Computer Science question (python list is slow with my cruddy algorithm )

Mr. Neutron nicktsocanos at
Fri Aug 23 20:00:05 CEST 2002

On Fri, 23 Aug 2002 10:49:42 -0400, Duncan Booth wrote:

> Terry Hancock <hancock at> wrote in
> news:mailman.1030106632.6188.python-list at
>> world = {}
>> world[(x, y)] = ( tuple of properties )
> You can drop a lot of the parentheses from that expression.
>     world[x, y]
> works just as well as world[(x, y)] and is much easier to type. You
> don't need parentheses around the tuple of properties either, although
> some people prefer it.
Actually I really do prefer the parentheses. It immediately tells me I am
looking at a tuple. I think it helps the code more readable for me.
I guess I can get used to it without parantheses too. It just looks more
like a real language to me with parantheses (X,Y,Z) then X,Y,Z. And it
looks more 'Computer Sciencey' for some reason to me.

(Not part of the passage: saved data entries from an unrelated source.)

# --------------------------------------------------------------------------
# Shared helpers
# --------------------------------------------------------------------------


@dataclass(frozen=True, slots=True)
class _Design:
    """Inputs partialled on W, with degrees of freedom and cluster codes."""

    Z: np.ndarray  # (n, k), partialled
    n: int
    k: int
    w: int
    df_absorbed: int
    dof: int  # n - k - w - df_absorbed
    cov: str
    codes: np.ndarray | None  # (n,) cluster codes 0..G-1
    n_clusters: int | None


def _check_cov(cov: str) -> None:
    valid = get_args(Covariance)
    if cov not in valid:
        raise EstimationError(f"unknown covariance {cov!r}; valid choices are {', '.join(valid)}")


def _as2d(a: np.ndarray, name: str, n: int | None = None) -> np.ndarray:
    arr = np.asarray(a, dtype=float)
    if arr.ndim == 1:
        arr = arr[:, None]
    if arr.ndim != 2:
        raise EstimationError(f"{name} must be one- or two-dimensional, got shape {arr.shape}")
    if n is not None and arr.shape[0] != n:
        raise EstimationError(f"{name} has {arr.shape[0]} rows, expected {n}")
    if not np.all(np.isfinite(arr)):
        raise EstimationError(f"{name} contains missing or infinite values")
    return arr


def _residualise(W: np.ndarray, *arrays: np.ndarray) -> tuple[int, list[np.ndarray]]:
    """Return rank(W) and each array minus its projection on W."""
    if W.shape[1] == 0:
        return 0, [a.copy() for a in arrays]
    # singular values of W from its R factor (k x k): the same, at O(n k^2)
    r = r_factor(W)
    s = np.linalg.svd(r, compute_uv=False)
    tol = s.max() * max(W.shape) * np.finfo(float).eps if s.size else 0.0
    if np.all(s > tol):
        U = orthonormal_basis(W, r)
    else:  # rank-deficient: the left singular vectors of the non-zero singular values
        q, r = np.linalg.qr(W)
        u_r, s, _ = np.linalg.svd(r)
        U = q @ u_r[:, s > tol]
    return U.shape[1], [a - U @ (U.T @ a) for a in arrays]


def _design(
    Z: np.ndarray,
    W: np.ndarray,
    cov: str,
    clusters: np.ndarray | None,
    df_absorbed: int,
    others: list[tuple[np.ndarray, str]],
) -> tuple[_Design, list[np.ndarray]]:
    _check_cov(cov)
    Z = _as2d(Z, "Z (excluded instruments)")
    n, k = Z.shape
    if k == 0:
        raise IdentificationError("there are no excluded instruments")
    W = (
        _as2d(W, "W (exogenous regressors)", n)
        if W is not None and np.size(W)
        else np.empty((n, 0))
    )
    arrays = [_as2d(a, name, n) for a, name in others]
    if int(df_absorbed) < 0:
        raise EstimationError(f"df_absorbed must be non-negative, got {df_absorbed}")
    w, parts = _residualise(W, Z, *arrays)
    Zt = parts[0]
    sv = np.linalg.svd(r_factor(Zt), compute_uv=False)  # = those of Zt
    if sv.size == 0 or sv.min() <= sv.max() * max(Zt.shape) * np.finfo(float).eps * 10:
        raise EstimationError(
            "the excluded instruments are collinear among themselves or with the "
            "exogenous regressors"
        )
    dof = n - k - w - int(df_absorbed)
    if dof <= 0:
        raise EstimationError(
            f"too few observations: n = {n} leaves {dof} residual degrees of freedom "
            f"after {k} instruments, {w} exogenous regressors and {df_absorbed} absorbed effects"
        )
    codes = None
    n_groups: int | None = None
    if cov == "cluster":
        if clusters is None:
            raise EstimationError("cluster covariance needs a clusters array of length n")
        cl = np.asarray(clusters)
        if cl.shape != (n,):
            raise EstimationError(f"clusters must have shape ({n},), got {cl.shape}")
        codes = cluster_ids(cl)
        n_groups = int(codes.max()) + 1
        if n_groups <= k:
            raise EstimationError(
                f"{n_groups} cluster(s) cannot support a cluster-robust statistic on {k} "
                "instruments: need more clusters than instruments"
            )
    design = _Design(
        Z=Zt,
        n=n,
        k=k,
        w=w,
        df_absorbed=int(df_absorbed),
        dof=dof,
        cov=cov,
        codes=codes,
        n_clusters=n_groups,
    )
    return design, parts[1:]
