@dataclass(frozen=True, slots=True)
class PanelDescription:
    """What the panel holds.

    Attributes
    ----------
    rows, markets, periods : int
        Rows used, distinct markets, distinct periods.
    first_period, last_period : str
        Period labels at both ends.
    balanced : bool
        Every market observed in every period.
    gaps : int
        Missing (market, period) cells inside each market's own first-to-last span.
    dropped_rows : int
        Rows dropped for missing values under ``drop_missing = true``.
    dropped_detail : dict
        Column name -> number of rows dropped because of it.
    period_kind : str
        ``integer``, ``quarter``, ``month`` or ``date``.
    sha256 : str
        Hash of the data file's bytes.
    """

    rows: int
    markets: int
    periods: int
    first_period: str
    last_period: str
    balanced: bool
    gaps: int
    dropped_rows: int
    dropped_detail: dict[str, int]
    period_kind: str
    sha256: str

    def text(self) -> str:
        """A few lines describing the panel for the terminal."""
        shape = "balanced" if self.balanced else f"unbalanced, {self.gaps} gaps inside markets"
        lines = [
            f"rows {self.rows}, markets {self.markets}, periods {self.periods} "
            f"({self.first_period} to {self.last_period}, {self.period_kind} periods), {shape}",
        ]
        if self.dropped_rows:
            detail = ", ".join(f"{k}: {v}" for k, v in sorted(self.dropped_detail.items()))
            lines.append(f"dropped {self.dropped_rows} rows with missing values ({detail})")
        return "\n".join(lines)


@dataclass(frozen=True, slots=True)
class Panel:
    """A validated panel.

    Attributes
    ----------
    frame : pandas.DataFrame
        The study's columns plus ``_market``, ``_period`` and ``_t``, sorted by market
        and period, with a fresh RangeIndex.  Numeric columns are float64.
    description : PanelDescription
    source_rows : numpy.ndarray
        For each row of ``frame``, its 1-based row number in the source file
        (counting the header as row 1 for text files), for messages.
    """

    frame: pd.DataFrame
    description: PanelDescription
    source_rows: np.ndarray


def read_table(path: Path, sheet: str | None = None, what: str = "Data file") -> pd.DataFrame:
    """Read a CSV, Parquet, Stata or Excel file into a DataFrame.

    Parameters
    ----------
    path : Path
        File to read; its suffix picks the reader.
    sheet : str or None
        Excel sheet name; required when the workbook has several sheets.
    what : str
        How to name the file in messages.

    Returns
    -------
    pandas.DataFrame

    Raises
    ------
    DataError
        When the file is missing, unreadable, empty or of an unknown type.
    """
    if path.is_dir():
        raise DataError(f"{what} {path} is a directory; give the path of a file.")
    if not path.exists():
        raise DataError(f"{what} {path} does not exist (paths are relative to the study file).")
    suffix = path.suffix.lower()
    try:
        if suffix == ".csv":
            frame = _read_csv(path, what)
        elif suffix in (".parquet", ".pq"):
            frame = pd.read_parquet(path)
        elif suffix == ".dta":
            frame = pd.read_stata(path, convert_categoricals=False)
        elif suffix == ".xlsx":
            frame = _read_excel(path, sheet, what)
        else:
            raise DataError(f"{what} {path}: files of type '{suffix}' are not read.")
    except DataError:
        raise
    except PermissionError:
        raise DataError(f"{what} {path} cannot be read: permission denied.") from None
    except Exception as exc:  # reader-specific failures become one clear message
        raise DataError(f"{what} {path} could not be read as {suffix[1:]}: {exc}.") from None
    if frame.shape[1] == 0:
        raise DataError(f"{what} {path} has no columns.")
    if len(frame) == 0:
        raise DataError(f"{what} {path} has a header but no data rows.")
    frame.columns = [str(c).strip() for c in frame.columns]
    return frame


def _read_csv(path: Path, what: str) -> pd.DataFrame:
    raw = path.read_bytes()
    if not raw.strip():
        raise DataError(f"{what} {path} is empty.")
    try:
        raw.decode("utf-8-sig")
    except UnicodeDecodeError as exc:
        raise DataError(
            f"{what} {path} is not UTF-8 text (first bad byte at offset {exc.start}); "
            "re-save it as UTF-8."
        ) from None
    try:
        return pd.read_csv(path, encoding="utf-8-sig")
    except pd.errors.ParserError as exc:
        raise DataError(f"{what} {path}: rows do not all have the same fields ({exc}).") from None
    except pd.errors.EmptyDataError:
        raise DataError(f"{what} {path} is empty.") from None


def _read_excel(path: Path, sheet: str | None, what: str) -> pd.DataFrame:
    with pd.ExcelFile(path) as book:
        names = [str(s) for s in book.sheet_names]
        if sheet is None:
            if len(names) > 1:
                raise DataError(
                    f"{what} {path} has {len(names)} sheets ({', '.join(names)}); "
                    "name one with panel.sheet."
                )
            sheet = names[0]
        if sheet not in names:
            raise DataError(
                f"{what} {path} has no sheet '{sheet}'{suggest(sheet, names)}; "
                f"sheets: {', '.join(names)}."
            )
        return pd.read_excel(book, sheet_name=sheet)


def _file_row(i: int, suffix: str) -> int:
    return i + 2 if suffix in (".csv", ".xlsx") else i + 1


def _rows_text(rows: np.ndarray, limit: int = 5) -> str:
    shown = ", ".join(str(int(r)) for r in rows[:limit])
    more = f" and {len(rows) - limit} more" if len(rows) > limit else ""
    return f"row{'s' if len(rows) > 1 else ''} {shown}{more}"


def _parse_periods(values: pd.Series, col: str, path: Path,
                   file_rows: np.ndarray) -> tuple[np.ndarray, np.ndarray, str]:
    """Return (labels, integer calendar positions, kind) for a period column.

    ``file_rows`` holds each value's row number in the file, for messages.
    """
    if pd.api.types.is_bool_dtype(values):
        raise DataError(f"Data file {path}: period column '{col}' holds true/false values.")
    if pd.api.types.is_datetime64_any_dtype(values):
        stamps = pd.DatetimeIndex(values)
        return (
            np.asarray(stamps.strftime("%Y-%m-%d"), dtype=object),
            _rank(stamps.asi8),
            "date",
        )
    if pd.api.types.is_numeric_dtype(values):
        arr = values.to_numpy(dtype=float)
        if not np.all(np.isfinite(arr)) or not np.all(arr == np.round(arr)):
            bad = np.flatnonzero(~np.isfinite(arr) | (arr != np.round(arr)))
            raise DataError(
                f"Data file {path}: period column '{col}' has non-integer values at "
                f"{_rows_text(file_rows[bad])}; periods must be integers, dates or labels like "
                "2019Q3."
            )
        ints = arr.astype(np.int64)
        return np.asarray([str(v) for v in ints], dtype=object), ints, "integer"
    text = values.astype(str).str.strip()
    if text.str.fullmatch(r"-?\d+").all():  # integers stored as text
        ints = text.astype(np.int64).to_numpy()
        return np.asarray([str(v) for v in ints], dtype=object), ints, "integer"
    q = text.str.extract(_QUARTER)
    if q.notna().all().all():
        years, qs = q[0].astype(int).to_numpy(), q[1].astype(int).to_numpy()
        labels = np.asarray([f"{y}Q{k}" for y, k in zip(years, qs, strict=True)], dtype=object)
        return labels, years * 4 + (qs - 1), "quarter"
    m = text.str.extract(_MONTH)
    if m.notna().all().all():
        years, ms = m[0].astype(int).to_numpy(), m[1].astype(int).to_numpy()
        if ((ms >= 1) & (ms <= 12)).all():
            labels = np.asarray([f"{y}-{k:02d}" for y, k in zip(years, ms, strict=True)],
                                dtype=object)
            return labels, years * 12 + (ms - 1), "month"
    try:
        stamps = pd.DatetimeIndex(pd.to_datetime(text, format="ISO8601"))
    except (ValueError, TypeError):
        # name the values that parse neither way; if every value parses on its own,
        # the column mixes kinds: name the values that are not quarter labels
        is_quarter = q.notna().all(axis=1).to_numpy()
        is_date = pd.to_datetime(text, format="ISO8601", errors="coerce").notna().to_numpy()
        bad = np.flatnonzero(~is_quarter & ~is_date)
        if not len(bad):
            bad = np.flatnonzero(~is_quarter)
        example = text.iloc[int(bad[0])]
        raise DataError(
            f"Data file {path}: period column '{col}' has values that are not integers, "
            f"ISO dates (2019-07-01) or quarter labels (2019Q3), e.g. '{example}' at "
            f"{_rows_text(file_rows[bad])}."
        ) from None
    return np.asarray(stamps.strftime("%Y-%m-%d"), dtype=object), _rank(stamps.asi8), "date"


def _rank(keys: np.ndarray) -> np.ndarray:
    uniq = np.unique(keys)
    return np.searchsorted(uniq, keys).astype(np.int64)


def _check_columns(frame: pd.DataFrame, study: Study) -> None:
    present = list(frame.columns)
    for col in study.columns():
        if col not in present:
            listing = ", ".join(present[:25]) + (" ..." if len(present) > 25 else "")
            raise DataError(
                f"Data file {study.panel.file}: column '{col}' named in the study file "
                f"{study.path.name} is not in the data{suggest(col, present)}. "
                f"Columns present: {listing}."
            )


def _to_numeric(frame: pd.DataFrame, col: str, path: Path, file_rows: np.ndarray) -> pd.Series:
    s = frame[col]
    if pd.api.types.is_bool_dtype(s):
        return s.astype(float)
    if pd.api.types.is_numeric_dtype(s):
        return s.astype(float)
    converted = pd.to_numeric(s, errors="coerce")
    bad = np.flatnonzero(converted.isna().to_numpy() & s.notna().to_numpy())
    if len(bad):
        example = s.iloc[int(bad[0])]
        hint = ""
        if isinstance(example, str) and re.fullmatch(r"\s*-?[\d.]+,\d+\s*", example):
            hint = (" It looks like a decimal comma or thousands separator; convert the file "
                    "to plain numbers (e.g. 1234.5) first.")
        raise DataError(
            f"Data file {path}: column '{col}' must be numeric but has text such as "
            f"'{example}' at {_rows_text(file_rows[bad])}.{hint}"
        )
    return converted.astype(float)
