/// Forward worst case: flux swing the same at both corners (CCM volt-
/// seconds set by the output, E&M §6.3.2), RMS worst at Vin min, switch
/// voltage at Vin max.
#[test]
fn forward_worst_case_corners() {
    let s = fwd_spec();
    let wc = worst_case(&s, &fwd_turns(), Some(FWD_LM), FWD_AE).unwrap();
    assert!(rel(wc.at_vin_min.delta_b, wc.at_vin_max.delta_b) < 1e-12);
    assert_eq!(wc.get("primary.rms").unwrap().corner, Corner::VinMin);
    assert_eq!(wc.get("secondary 1.rms").unwrap().corner, Corner::VinMin);
    assert_eq!(wc.get("switch_voltage").unwrap().corner, Corner::VinMax);
    assert!(rel(wc.get("switch_voltage").unwrap().value, 120.0) < 1e-12);
    // Magnetising peak Vin·D·T/Lm is line independent too.
    assert!(
        rel(
            wc.at_vin_min.magnetising_peak,
            wc.at_vin_max.magnetising_peak
        ) < 1e-12
    );
    // Choke ripple is the specified 20 % at Vin max: peak − trough = 2 A.
    let sec = &wc.at_vin_max.windings[1];
    assert!(rel(sec.current.max() - value_at(&sec.current, 0.0), 2.0) < 1e-9);
    for op in [&wc.at_vin_min, &wc.at_vin_max] {
        check_balance(op, FWD_AE);
        check_power(op, &s);
    }
}

/// Reset-winding duty limit D ≤ Np/(Np + Nr) (E&M §6.3.2) and the duty
/// limit of the controller.
#[test]
fn forward_duty_limits_rejected_with_field() {
    let s = fwd_spec();
    // 20 reset turns: limit 12/32 = 0.375 < D = 0.4167 at 36 V.
    assert!((sizing::forward_duty_limit(12, 20) - 0.375).abs() < 1e-15);
    let t = Turns {
        reset: Some(20),
        ..fwd_turns()
    };
    let e = operating_point(&s, &t, Some(FWD_LM), FWD_AE, 36.0).unwrap_err();
    assert_eq!(e.field(), Some("turns.reset"));
    // ...but fine at 60 V (D = 0.25).
    assert!(operating_point(&s, &t, Some(FWD_LM), FWD_AE, 60.0).is_ok());
    // 8 secondary turns need D = 12.5·12/(8·36) = 0.52 > duty_max 0.45.
    let t = Turns {
        secondaries: vec![8],
        ..fwd_turns()
    };
    let e = operating_point(&s, &t, Some(FWD_LM), FWD_AE, 36.0).unwrap_err();
    assert_eq!(e.field(), Some("outputs[0].voltage"));
    // Most reset turns for Dmax 0.45 with Np = 12: ⌊12·0.55/0.45⌋ = 14.
    assert_eq!(sizing::max_reset_turns(12, 0.45).unwrap(), 14);
}

/// Two-switch forward: reset through the clamp diodes into the input:
/// primary at −Vin for D·T, each switch sees Vin, D ≤ 0.5.
#[test]
fn two_switch_forward_hand_check() {
    let mut s = fwd_spec();
    s.topology = Topology::TwoSwitchForward;
    let t = Turns {
        reset: None,
        ..fwd_turns()
    };
    let op = operating_point(&s, &t, Some(FWD_LM), FWD_AE, 60.0).unwrap();
    let d = 12.5 * 12.0 / (10.0 * 60.0);
    assert!(rel(op.duty, d) < 1e-12);
    assert!(rel(op.switch_voltage, 60.0) < 1e-12);
    assert_eq!(op.windings.len(), 2, "no reset winding");
    let im = 60.0 * d / 200e3 / FWD_LM;
    // Primary keeps its magnetising current during reset: ramp Im → 0 over D·T.
    let period = 5e-6;
    let pri = &op.windings[0];
    assert!(rel(value_at(&pri.current, d * period * 1.5), im * 0.5) < 1e-9);
    // ...returned to the input: input current −Im/2 there.
    assert!(rel(value_at(&op.input_current, d * period * 1.5), -im * 0.5) < 1e-9);
    check_balance(&op, FWD_AE);
    check_power(&op, &s);
    // Duty max above 0.5 is refused.
    s.duty_max = 0.55;
    assert_eq!(s.validate().unwrap_err().field(), Some("duty_max"));
}

// ---------------------------------------------------------------- flyback

/// A DC-input flyback for hand computation: 120–375 V, 12 V 2 A
/// (Vf 0.5 V), 100 kHz, η 0.85, Vor 100 V, r 0.6.
fn fly_spec() -> Spec {
    Spec {
        topology: Topology::Flyback,
        input: Input::Dc {
            min: 120.0,
            nominal: 300.0,
            max: 375.0,
        },
        outputs: vec![Output {
            voltage: 12.0,
            current: 2.0,
            rectifier_drop: 0.5,
        }],
        frequency: 100e3,
        duty_max: 0.6,
        efficiency: 0.85,
        ambient: 40.0,
        temperature_max: 110.0,
        isolation: Isolation::Reinforced,
        flyback: FlybackOptions {
            ratio: FlybackRatio::ReflectedVoltage(100.0),
            ripple_ratio: 0.6,
        },
        choke_ripple_ratio: 0.2,
        inductor: None,
    }
}
const FLY_AE: f64 = 52e-6;
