/// The power the secondaries must deliver at the outputs' target voltages,
/// Σ(Vk + Vfk)·Ik, W: the load's power plus the rectifiers' conduction
/// loss. This, not Pout/η, is what flows through the magnetic (ampere-turn
/// balance, Erickson & Maksimovic 2nd ed. §6.2.3, the ideal transformer
/// model: the converter's other losses, in switches, snubbers and
/// capacitors, do not flow in its windings). The magnetic's own loss (a few
/// per cent at most) is left out of its currents: it is an output of the
/// loss model, computed from these currents (a choice we state; common
/// practice, no source).
pub fn rectified_power(spec: &Spec) -> f64 {
    spec.outputs.iter().map(|o| rectified(o) * o.current).sum()
}

/// Power through the secondaries as wound, W: Σ Vk·Ik with Vk the voltage
/// each secondary delivers to its rectifier (`v_rect`, one per output) and
/// Ik its output current (the ampere-turns follow from it; power balance).
pub fn secondary_power(spec: &Spec, v_rect: &[f64]) -> f64 {
    spec.outputs.iter().zip(v_rect).map(|(o, v)| v * o.current).sum()
}

/// Flyback reflected voltage and rectified power as wound:
/// Vor = (Np/Ns1)·(V1 + Vf1) and Psec = Σ Vor·(Nk/Np)·Ik (each output at the
/// volts per turn of the regulated one), W.
pub fn flyback_as_wound(spec: &Spec, turns: &super::Turns) -> Result<(f64, f64)> {
    let o1 = spec
        .outputs
        .first()
        .ok_or_else(|| Error::input("outputs", "give at least one output"))?;
    let np = turns.primary as f64;
    let n1 = turns.secondaries.first().copied().unwrap_or(0) as f64;
    if np < 1.0 || n1 < 1.0 || turns.secondaries.len() != spec.outputs.len() {
        return Err(Error::input("turns.secondaries", "give one turn count per output"));
    }
    let vor = np / n1 * rectified(o1);
    let p_sec = spec
        .outputs
        .iter()
        .zip(&turns.secondaries)
        .map(|(o, &nk)| vor * nk as f64 / np * o.current)
        .sum();
    Ok((vor, p_sec))
}

/// The flyback's ripple ratio in the sense of `spec.flyback.ripple_ratio`
/// at `vin`: r = Vin²·D²/(Lp·f·P) with the CCM duty D = Vor/(Vin + Vor)
/// (the inverse of [`flyback_lp_from_ripple`]). In CCM this is ΔIp/Ic; at
/// the boundary 2; in DCM it is 2·Lb/Lp (Lb the boundary inductance), above 2.
pub fn flyback_ripple_ratio(vin: f64, vor: f64, lp: f64, p: f64, frequency: f64) -> f64 {
    let d = flyback_duty_ccm(vin, vor);
    vin * vin * d * d / (lp * frequency * p)
}

/// The conduction mode a ripple ratio asks for: r < 2 CCM, r = 2 the
/// boundary (within 1e-9), r > 2 DCM (see `FlybackOptions::ripple_ratio`).
pub fn mode_of_ripple(r: f64) -> super::Mode {
    if (r - 2.0).abs() <= 2e-9 {
        super::Mode::Boundary
    } else if r < 2.0 {
        super::Mode::Ccm
    } else {
        super::Mode::Dcm
    }
}

/// Flyback Lp as wound: the spec's ripple ratio at Vin min and full load
/// with the reflected voltage and rectified power of these turns
/// ([`flyback_as_wound`]), so that the mode asked for holds after the turns
/// are rounded to integers.
pub fn flyback_lp_as_wound(spec: &Spec, turns: &super::Turns) -> Result<f64> {
    let dc = spec.dc_range()?;
    let (vor, p_sec) = flyback_as_wound(spec, turns)?;
    let d = flyback_duty_ccm(dc.min, vor);
    flyback_lp_from_ripple(dc.min, d, p_sec, spec.frequency, spec.flyback.ripple_ratio)
}

fn check_d(d: f64, hi: f64) -> Result<f64> {
    in_range("duty_max", d, 1e-3, hi, "")
}

/// Flyback ratio giving duty `d_max` at `vin_min` in CCM, from
/// Vin·D = Vor·(1 − D) (volt-second balance of Lp):
/// n = Vin_min·Dmax/((1 − Dmax)·(V + Vf)).
pub fn flyback_turns_ratio_for_duty(vin_min: f64, v_rect: f64, d_max: f64) -> Result<f64> {
    positive("vin", vin_min, "V")?;
    positive("outputs[0].voltage", v_rect, "V")?;
    let d = check_d(d_max, 0.95)?;
    Ok(vin_min * d / ((1.0 - d) * v_rect))
}

/// Flyback CCM duty D = Vor/(Vin + Vor).
pub fn flyback_duty_ccm(vin: f64, vor: f64) -> f64 {
    vor / (vin + vor)
}

/// Flyback primary inductance for ripple ratio r = ΔIp/Ic at `vin`, duty
/// `duty` (CCM formula) and input power `p_in`:
/// Ic = Pin/(Vin·D), ΔIp = Vin·D/(Lp·f), so Lp = Vin²·D²/(r·f·Pin).
/// r = 2 is the CCM/DCM boundary (Lp = Vin²D²/(2·f·Pin), which is
/// ½·Lp·Ipk²·f = Pin at Ipk = ΔIp); r > 2 gives a DCM design.
pub fn flyback_lp_from_ripple(
    vin: f64,
    duty: f64,
    p_in: f64,
    frequency: f64,
    ripple_ratio: f64,
) -> Result<f64> {
    positive("vin", vin, "V")?;
    check_d(duty, 0.999)?;
    positive("input_power", p_in, "W")?;
    positive("frequency", frequency, "Hz")?;
    positive("flyback.ripple_ratio", ripple_ratio, "")?;
    Ok(vin * vin * duty * duty / (ripple_ratio * frequency * p_in))
}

It also makes me feel like I am hacking Lisp code. I wish I knew more
about Lisp (well Scheme) but I have never been able to find a good book
about it. I have one book that is so old and it really sucks at
explaining Lisp and Prolog. It is a cool book for the ideas but the code
examples leave me wondering how to actually do anything with Lisp. Except
for simple programs that pop and push values off of lists I am left
wondering what Lisp is all about and how to actually code in it.

I ordered a book on Scheme and never got it(The little Schemer). Oh well!

Now prolog is a whole nother nut ball, but it is actually a cool language
to and it is enjoyable like Python. But Python is much much easier to use
for real programs. And my Prolog is very weak.

But thanks for the insight!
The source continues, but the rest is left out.